Course Description
The goal of this course is to provide a comprehensive view on recent topics and trends in distributed systems and cloud computing. We will discuss the software techniques employed to construct and program reliable, highly-scalable systems. We will also cover architecture design of modern datacenters and virtualization techniques that constitute a central topic of the cloud computing paradigm The course is complemented by a number of lab sessions to get hands-on experience with Hadoop and the design of scalable algorithms with MapReduce.
Prerequisites
Knowledge of data structures, algorithm design, distributed algorithms. Being fluent with Java and at least another programming language (python is highly recommended) is highly desirable.
Comment on the lecture notes
Labels Caption:
- Label Indicates a topic addressed in one or more lectures
- Label Indicates a set of slides to be used in our or more lectures. Note that slides are highly verbose.
- Label Indicates a recommended material, including research papers, books, and on-line resources.
- Label Indicates optional readings: these are advanced research papers, or background material.
- Label Indicates Laboratory material: in this course we use [GitHub]

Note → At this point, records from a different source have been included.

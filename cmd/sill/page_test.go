package main

import (
	"os"
	"path/filepath"
	"regexp"
	"strings"
	"testing"
)

// candidatesTable is the page's table of candidates, the part that must
// read the same whether the page comes from the data or from the file.
var candidatesTable = regexp.MustCompile(`(?s)<table class="candidates[^"]*">.*?</table>`)

// TestPageFromFileAndFromData makes the sign-off page from a decision
// file (review) and straight from the data (report) with the same cuts
// and choice: the candidates read the same, both draw the curve, and
// --out writes the file and replaces only a page.
func TestPageFromFileAndFromData(t *testing.T) {
	dir := t.TempDir()
	scoresPath, cutPath := savedDemo(t, dir)
	fromFile := runSill(t, "", "review", cutPath, "--format", "html")
	if fromFile.code != 0 || fromFile.stderr != "" {
		t.Fatalf("review --format html: exit %d, %s", fromFile.code, fromFile.stderr)
	}
	args := append([]string{"report", scoresPath, "--cut", "hit=0.8", "--cut", "base", "--cut", "queue=90", "--cut", "cost",
		"--choose", "queue=90", "--format", "html"}, demoAssumptions()...)
	fromData := runSill(t, "", args...)
	if fromData.code != 0 {
		t.Fatalf("report --format html: exit %d, %s", fromData.code, fromData.stderr)
	}
	a, b := candidatesTable.FindString(fromFile.stdout), candidatesTable.FindString(fromData.stdout)
	if a == "" || a != b {
		t.Errorf("the candidates differ between the page of the file and that of the data:\n%s\n---\n%s", a, b)
	}
	if strings.Contains(fromFile.stdout, "keeps no curve") || strings.Contains(fromData.stdout, "keeps no curve") {
		t.Error("a sill-cut/2 file keeps its curve; the page should draw it")
	}
	if !strings.Contains(fromFile.stdout, "for the October review") {
		t.Error("the file's note is not on its page")
	}

	out := filepath.Join(dir, "sign-off.html")
	for range 2 { // the second time replaces the page written the first time
		r := runSill(t, "", "review", cutPath, "--format", "html", "--out", out)
		if r.code != 0 || r.stdout != "" || !strings.Contains(r.stderr, "wrote the sign-off page to "+out) {
			t.Fatalf("--out: exit %d, stdout %d bytes, stderr %q", r.code, len(r.stdout), r.stderr)
		}
	}
	if written, _ := os.ReadFile(out); string(written) != fromFile.stdout {
		t.Error("--out wrote something else than standard output shows")
	}

	// Against: both chosen cuts, from two files.
	r := runSill(t, "", "review", cutPath, "--against", cutPath, "--format", "html")
	if r.code != 0 || !strings.Contains(r.stdout, "Proposed cut against the cut in production") || strings.Count(r.stdout, ">in production: queue=90</text>") != 2 {
		t.Errorf("--against: exit %d, %s", r.code, r.stderr)
	}
}

func TestPageErrors(t *testing.T) {
	dir := t.TempDir()
	scoresPath, cutPath := savedDemo(t, dir)
	notes := writeFile(t, dir, "notes.html", []byte("<!DOCTYPE html><p>the desk's own notes</p>"))
	for _, c := range []struct {
		name string
		args []string
		want string
	}{
		{"out without html", []string{"review", cutPath, "--out", filepath.Join(dir, "x.html")}, "--out goes with --format html"},
		{"bad format", []string{"review", cutPath, "--format", "pdf"}, `--format "pdf": expected text, markdown or html`},
		{"foreign file", []string{"review", cutPath, "--format", "html", "--out", notes}, "not a sign-off page written by sill; remove it or write to another file"},
		{"missing against", []string{"review", cutPath, "--format", "html", "--against", filepath.Join(dir, "none.yaml")}, "--against: "},
		{"report out without html", []string{"report", scoresPath, "--out", filepath.Join(dir, "x.html")}, "--out goes with --format html"},
		{"report unknown choice", []string{"report", scoresPath, "--cut", "hit=0.8", "--choose", "base", "--format", "html"}, `--choose "base": expected one of the cuts hit=0.8`},
		{"choose alone", []string{"report", scoresPath, "--cut", "hit=0.8", "--choose", "hit=0.8"}, "go with --save FILE.yaml or --format html"},
	} {
		t.Run(c.name, func(t *testing.T) {
			r := runSill(t, "", c.args...)
			if r.code == 0 || !strings.Contains(r.stderr, c.want) {
				t.Errorf("exit %d, stderr %q, want it to hold %q", r.code, r.stderr, c.want)
			}
		})
	}
	if data, _ := os.ReadFile(notes); string(data) != "<!DOCTYPE html><p>the desk's own notes</p>" {
		t.Error("a refused --out changed the file")
	}
}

Lectures are heavily inspired by the following material, which is highly recommended:
- Data-intensive Text Processing with MapReduce, Morgan & Claypool, by Jimmy Lin and Chris Dyer
- This is a fantastic book, easy to read and very clear. Following Prof. Lin's work is highly recommended: [Link]
- Hadoop, The Definitive Guide, O'Reilly / Yahoo Press, by Tom White
- This is simply the "bible" for Hadoop. Use it.
- HBase, The Definitive Guide, O'Reilly, by Lars George
- Same as before!
- Cloudera Hadoop Distribution: [Link]
- CDHx is highly recommended when you don't want to spend too much time learning how to deploy Hadoop and its components. Tons of video lectures/presentations as well.
- Hadoop Project: [Link]
- The original source
NOTE: Laboratory sessions are mandatory. You are required to attend to the lab sessions, and work in a group of two.